Signed-off-by: Derrick Stolee <dstolee@microsoft.com>
---
Documentation/git-graph.txt | 7 +++
builtin/graph.c | 54 ++++++++++++++++
packed-graph.c | 147 +++++++++++++++++++++++++++++++++++++++++++-
packed-graph.h | 25 ++++++++
t/t5319-graph.sh | 50 +++++++++------
5 files changed, 260 insertions(+), 23 deletions(-)
diff --git a/Documentation/git-graph.txt b/Documentation/git-graph.txt
index be6bc38814..0939c3f1be 100644
--- a/Documentation/git-graph.txt
+++ b/Documentation/git-graph.txt
@@ -10,6 +10,7 @@ SYNOPSIS
--------
[verse]
'git graph' --write <options> [--pack-dir <pack_dir>]
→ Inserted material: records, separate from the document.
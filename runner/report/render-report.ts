/**
 * Stage 4 of the pipeline: (NotebookDocument, RunRecord) → one self-contained HTML report. Reads only plain data,
 * so the same function serves a fresh run and watch mode's prose-only re-render from the last run's records.
 *
 * Layout: title block, summary (failures, cautions), contents, the notebook's prose with each cell's folded code
 * and outputs in place, Methods, Provenance; then the run's plain-data record for tools (embedded-run-record.ts).
 * Plotly is embedded once when the report has a figure (or linked from a shared assets folder when asked).
 */
import { createHash } from "node:crypto";
import fs from "node:fs";
import type { Token } from "markdown-it";
import path from "node:path";
import { createRequire } from "node:module";
import { fileURLToPath } from "node:url";
import zlib from "node:zlib";
import { cacheRoot } from "../execute/runtime-bundle.ts";
import { writeFileAtomic } from "../shared/write-atomic.ts";
import { sevenBitText } from "./seven-bit-text.ts";
import type { NotebookDocument } from "../parse/notebook.ts";
import type { CellRun, RunRecord } from "../records/run-record.ts";
import { embeddedRunRecord, runRecordScript } from "./embedded-run-record.ts";
import { cssString, escapeHtml } from "./escape.ts";
import { highlight, prewarmHighlighting } from "./highlight.ts";
import { labelHeadings, proseMarkdown, type Heading } from "./markdown.ts";
import { renderMethods } from "./methods-section.ts";
import { prewarmOutputs, renderOutputs } from "./render-output.ts";
import { reportModel, type CellView, type ReportModel } from "./report-model.ts";
import type { CellFenceEnv } from "./cell-fences.ts";
import type { MathEnv } from "./prose-math.ts";
import { renderRunDetails } from "./run-details.ts";
import { carriedSources, sourcesScript } from "./carried-sources.ts";
import { renderSummary } from "./summary.ts";
import { renderRecordHead } from "./record-head.ts";
import { describeCells } from "../text/cell-numbers.ts";

/** Options of the report writer. */
export interface ReportOptions {
  /** Link Plotly from this folder (a URL relative to the report) instead of embedding it. */
  readonly assetsHref?: string;
}

/*
 * report.css is embedded byte for byte in every report (so it carries no comments of its own about this). Print
 * (`@media print` there): A4 margins, a 10 pt root size, `break-inside: avoid` on figures, tables, rows, boxes and
 * swatch pairs. Never `break-before: avoid` on a table caption: it glues tables to the text before them, and
 * Chromium then slices a later figure. No Plotly mode bar in print. Swatch patches are framed by a border, not an
 * outline: Chromium paints an outline onto the previous page. `.plot-figure` is at most 660 px wide because Plotly
 * draws for the screen and does not redraw for print: a wider plot would be cut at the page edge. Each report adds a
 * `<style media="print">` with `@page` margin boxes for its title (`pageMarginStyle`, `cssString` in escape.ts)
 * and page numbers. Check a change with Chromium's `--print-to-pdf` and `pdftoppm`; the browser tests measure what
 * can be measured.
 */
const require = createRequire(import.meta.url);
const here = path.dirname(fileURLToPath(import.meta.url));
const CSS = fs.readFileSync(path.join(here, "report.css"), "utf8");
const FIGURES_CLIENT = fs.readFileSync(path.join(here, "figures-client.js"), "utf8");
const PLOTLY_LOADER = fs.readFileSync(path.join(here, "plotly-loader.js"), "utf8");
const PLOTLY_PATH = require.resolve("plotly.js-dist-min/plotly.min.js");
const PLOTLY_VERSION = (
  JSON.parse(fs.readFileSync(path.join(path.dirname(PLOTLY_PATH), "package.json"), "utf8")) as {
    version: string;
  }
).version;
/** File name of the shared Plotly copy in an assets folder. */
export const PLOTLY_ASSET = `plotly-${PLOTLY_VERSION}.min.js`;
let plotlySource: string | undefined;

/** The Plotly script embedded in reports (read once per process). */
export function plotlyScript(): string {
  plotlySource ??= fs.readFileSync(PLOTLY_PATH, "utf8");
  return plotlySource;
}

/** Copies the shared assets (Plotly) into `folder` unless an identical copy is there. */
export function writeSharedAssets(folder: string): void {
  fs.mkdirSync(folder, { recursive: true });
  const target = path.join(folder, PLOTLY_ASSET);
  const source = plotlyScript();
  try {
    if (fs.statSync(target).size === Buffer.byteLength(source)) return;
  } catch {
    // not there yet
  }
  const temporary = `${target}.${process.pid}.tmp`;
  fs.writeFileSync(temporary, source);
  fs.renameSync(temporary, target);
}

let embeddedPlotly: { readonly text: string; readonly bytes: Buffer } | undefined;

/**
 * Plotly as embedded in a report: gzip-compressed (level 9) and written as seven-bit text (seven-bit-text.ts) in a
 * `<script type="application/gzip" id="tristim-plotly-gzip" data-bytes="n">` element, then plotly-loader.js,
 * which unpacks it with the browser's DecompressionStream: about 1.7 MB instead of 4.8 MB (base64 would need 2.0),
 * still offline. zlib's output depends only on the input, the level and zlib's version, so reproducible reports
 * stay byte for byte the same. The two script elements are made once per Plotly, zlib and loader version (0.2 s)
 * and cached on disk as the UTF-8 bytes a report holds, so a run reads them and writes them out as they are; the
 * text is decoded only when asked for.
 */
export function embeddedPlotlyScript(): { readonly text: string; readonly bytes: Buffer } {
  if (!embeddedPlotly) {
    const bytes = embeddedPlotlyBytes();
    let text: string | undefined;
    embeddedPlotly = {
      bytes,
      get text() {
        return (text ??= bytes.toString("utf8"));
      },
    };
  }
  return embeddedPlotly;
}

/** The embedded Plotly's bytes, from the disk cache when there. */
function embeddedPlotlyBytes(): Buffer {
  const loader = createHash("sha256").update(PLOTLY_LOADER).digest("hex").slice(0, 12);
  const cache = path.join(
    cacheRoot(),
    "assets",
    `plotly-${PLOTLY_VERSION}-zlib-${process.versions.zlib}-level9-loader-${loader}.html`,
  );
  try {
    return fs.readFileSync(cache);
  } catch {
    // not cached yet
  }
  const gzip = zlib.gzipSync(plotlyScript(), { level: 9 });
  const bytes = Buffer.from(
    `<script type="application/gzip" id="tristim-plotly-gzip" data-bytes="${gzip.length}">${sevenBitText(gzip)}</script>\n` +
      `<script>${PLOTLY_LOADER}</script>`,
    "utf8",
  );
  try {
    fs.mkdirSync(path.dirname(cache), { recursive: true });
    writeFileAtomic(cache, [bytes]);
  } catch {
    // a cache that cannot be written only costs time
  }
  return bytes;
}

/** The report as the text before the embedded Plotly, whether Plotly is embedded there, and the text after. */
export interface ReportParts {
  readonly before: string;
  readonly embedsPlotly: boolean;
  readonly after: string;
}

/** Renders the report HTML for a document and the record of its run. */
export function renderReport(
  document: NotebookDocument,
  run: RunRecord,
  options: ReportOptions = {},
): string {
  const parts = renderReportParts(document, run, options);
  return parts.before + (parts.embedsPlotly ? embeddedPlotlyScript().text : "") + parts.after;
}

/** The report in parts, so a writer can write the (cached) Plotly bytes without copying them into the page. */
export function renderReportParts(
  document: NotebookDocument,
  run: RunRecord,
  options: ReportOptions = {},
): ReportParts {
  const model = reportModel(document, run);
  const { notebookDir } = model;
  const env: CellFenceEnv & MathEnv = {
    mathFile: document.path,
    cellsByFence: model.cellsByFence,
    renderCell: (view) => renderCell(view, model),
  };

  const tokens = proseMarkdown.parse(document.body, env);
  const title = takeTitle(document, tokens);
  const used = new Set(["contents", "methods", "run-record", "summary", "checks", "cautions"]);
  const headings = labelHeadings(tokens, used);
  const body = proseMarkdown.renderer.render(tokens, proseMarkdown.options, env);

  const methods = renderMethods(run, "methods");
  const contentsEntries: Heading[] = headings.filter((h) => h.level <= 3);
  // The appendices sit at the level of the notebook's top headings (h1 or h2), not indented under the last one.
  const topLevel = Math.min(2, ...contentsEntries.map((h) => h.level));
  if (methods) contentsEntries.push({ level: topLevel, text: "Methods", id: "methods" });
  contentsEntries.push({ level: topLevel, text: "Provenance", id: "run-record" });
  const hasFigures = /class="plot-figure"/.test(body);
  const sources = carriedSources(document, run, { linkAssets: options.assetsHref !== undefined });
  const embedsPlotly = hasFigures && options.assetsHref === undefined;
  const plotlyLink =
    hasFigures && options.assetsHref !== undefined
      ? `<script src="${escapeHtml(`${options.assetsHref.replace(/\/$/, "")}/${PLOTLY_ASSET}`)}"></script>`
      : "";

  const before = `<!doctype html>
<html lang="en">
<head>
<meta charset="utf-8">
<meta name="viewport" content="width=device-width, initial-scale=1">
<meta name="generator" content="${escapeHtml(`${run.tool.name} ${run.tool.version}`)}">
<title>${escapeHtml(run.batch ? `${title} — ${path.basename(String(run.inputs[run.batch.input]))}` : title)}</title>
<style>${CSS}</style>
${pageMarginStyle(run.batch ? `${title} — ${path.basename(String(run.inputs[run.batch.input]))}` : title)}
</head>
<body>
<main class="report">
${renderRecordHead(document, run, title)}
${renderSummary({ document, run, notebookDir })}
${renderContents(contentsEntries)}
<article class="report-body">
${body}
</article>
${methods}
${renderRunDetails(document, run, "run-record", { ...(hasFigures ? { plotlyVersion: PLOTLY_VERSION } : {}), sources })}
<footer class="report-footer">Made with ${escapeHtml(run.tool.name)} ${escapeHtml(run.tool.version)} from ${escapeHtml(path.basename(document.path))}.</footer>
</main>
${runRecordScript(embeddedRunRecord(document, run, title))}
${sourcesScript(sources)}
${plotlyLink}`;
  const after = `
${hasFigures ? `<script>${FIGURES_CLIENT}</script>` : ""}

</body>
</html>
`;
  return { before, embedsPlotly, after };
}

/** Printed pages carry the report's title at the foot on the left and "page n of N" on the right (CSS @page margin boxes). */
function pageMarginStyle(title: string): string {
  const box = "font-family: system-ui, sans-serif; font-size: 7.5pt; color: #5a6470;";
  return (
    `<style media="print">@page { @bottom-left { content: ${cssString(title)}; ${box} } ` +
    `@bottom-right { content: "page " counter(page) " of " counter(pages); ${box} } }</style>`
  );
}

/** The report's title: the front matter's, else the first h1 (taken out of the tokens), else the file name. */
function takeTitle(document: NotebookDocument, tokens: Token[]): string {
  let title = document.frontMatter.title;
  if (title === undefined) {
    const h1 = tokens.findIndex((t: Token) => t.type === "heading_open" && t.tag === "h1");
    if (h1 >= 0) {
      title = tokens[h1 + 1]?.content ?? "";
      tokens.splice(h1, 3);
    }
  }
  return title || path.basename(document.path).replace(/\.(md|markdown)$/i, "");
}

/** The title a notebook's report carries (as the report's title block shows it). */
export function reportTitle(document: NotebookDocument): string {
  return takeTitle(document, proseMarkdown.parse(document.body, {}));
}

function renderContents(entries: Heading[]): string {
  if (entries.length < 3) return "";
  const min = Math.min(...entries.map((e) => e.level));
  const items = entries
    .map((e) => `<li class="level-${e.level - min + 2}"><a href="#${e.id}">${escapeHtml(e.text)}</a></li>`)
    .join("");
  return `<nav class="contents" id="contents" aria-label="Contents"><h2>Contents</h2><ol${entries.length > 8 ? ' class="long"' : ""}>${items}</ol></nav>`;
}

/** The fold's sign: a small drawn page corner with lines of text, an SVG of our own (not a triangle). */
const FOLD_SIGN =
  '<svg class="fold-sign" viewBox="0 0 16 16" width="15" height="15" aria-hidden="true"><path d="M3 1.5h7l3 3v10H3z" fill="none" stroke="currentColor" stroke-width="1.3" stroke-linejoin="round"/><path d="M10 1.5v3h3" fill="none" stroke="currentColor" stroke-width="1.1"/><path class="fold-lines" d="M5.2 7.5h5.6M5.2 10h5.6M5.2 12.5h3.4" stroke="currentColor" stroke-width="1.1" stroke-linecap="round"/></svg>';

/** The language a cell's source is highlighted in. */
const CELL_LANGUAGE = "typescript";

/**
 * Does the report's costly parts while the cells run, so that the report written after the last cell finds them
 * made: highlighting of every cell's source starts at once, one cell per turn of the event loop (highlight.ts keeps what it
 * made; highlight.js builds its TypeScript grammar on first use, about 35 ms, which a notebook refused for a syntax
 * error would otherwise spend after its compile); the function returned, given as runDocument's `onCell`, encodes
 * each cell's figure specs as they come (prewarmOutputs) and reads the packed Plotly once a figure has come.
 */
export function prewarmReport(document: NotebookDocument): (run: CellRun) => void {
  prewarmHighlighting(document.cells.map((c) => ({ code: c.code, language: CELL_LANGUAGE })));
  let plotly = false;
  return (run) => {
    prewarmOutputs(run.outputs);
    if (!plotly && run.outputs.some((o) => o.kind === "figure")) {
      plotly = true;
      setImmediate(() => {
        try {
          embeddedPlotlyScript();
        } catch {
          // The report itself says what is wrong with Plotly.
        }
      }).unref();
    }
  };
}

function renderCell(view: CellView, { run, notebookDir }: ReportModel): string {
  const { cell } = view;
  const status = view.run?.status ?? "not-run";
  const number = cell.index + 1;
  const range =
    cell.lastLine > cell.firstLine ? `lines ${cell.firstLine}–${cell.lastLine}` : `line ${cell.firstLine}`;
  const code = `<pre><code class="hljs language-ts">${highlight(cell.code, CELL_LANGUAGE)}</code></pre>`;
  let source = "";
  if (status === "listing") {
    source = `<div class="listing"><p class="listing-label">Listing, not run: cell ${number}, ${range}</p>${code}</div>`;
  } else if (!cell.options.hideSource) {
    // The fold names what it holds in the words of a lab record; the drawn brackets turn to say open or closed.
    source = `<details class="cell-source"${cell.options.showSource ? " open" : ""}><summary>${FOLD_SIGN}<span class="fold-words">Calculation, cell ${number}, ${range}</span><span class="fold-hint"></span></summary>${code}</details>`;
  }
  let notRun = "";
  if (status === "not-run") {
    const failed = run.cells
      .filter((c) => c.status === "failed" && c.index < cell.index && !c.failureAllowed)
      .map((c) => c.index + 1);
    notRun = `<p class="not-run-label">Cell ${number} was not run${failed.length ? ` because ${describeCells(failed.slice(-1))} failed` : ""}.</p>`;
  }
  const outputs = renderOutputs(view.outputs, notebookDir);
  return `<section class="cell cell-${status}${status === "not-run" ? " not-run" : ""}" id="cell-${number}" data-line="${cell.fenceLine}">${source}${notRun}${
    outputs ? `<div class="cell-outputs">${outputs}</div>` : ""
  }</section>\n`;
}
+'git graph' --read <options> [--pack-dir <pack_dir>]
EXAMPLES
--------
@@ -20,6 +21,12 @@ EXAMPLES
$ git midx --write
------------------------------------------------
+* Read basic information from a graph file.
++
+------------------------------------------------
+$ git midx --read --graph-id=<oid>
+------------------------------------------------
+
CONFIGURATION
-------------
diff --git a/builtin/graph.c b/builtin/graph.c
index 09f5552338..bc66722924 100644
--- a/builtin/graph.c
+++ b/builtin/graph.c
@@ -10,15 +10,58 @@
static char const * const builtin_graph_usage[] ={
N_("git graph [--pack-dir <packdir>]"),
+ N_("git graph --read [--graph-id=<oid>]"),
N_("git graph --write [--pack-dir <packdir>]"),
NULL
};
static struct opts_graph {
const char *pack_dir;
+ int read;
+ const char *graph_id;
int write;
} opts;
+static int graph_read(void)
+{
+ struct object_id graph_oid;
+ struct packed_graph *graph = 0;
+ const char *graph_file;
+
+ if (opts.graph_id && strlen(opts.graph_id) == GIT_MAX_HEXSZ)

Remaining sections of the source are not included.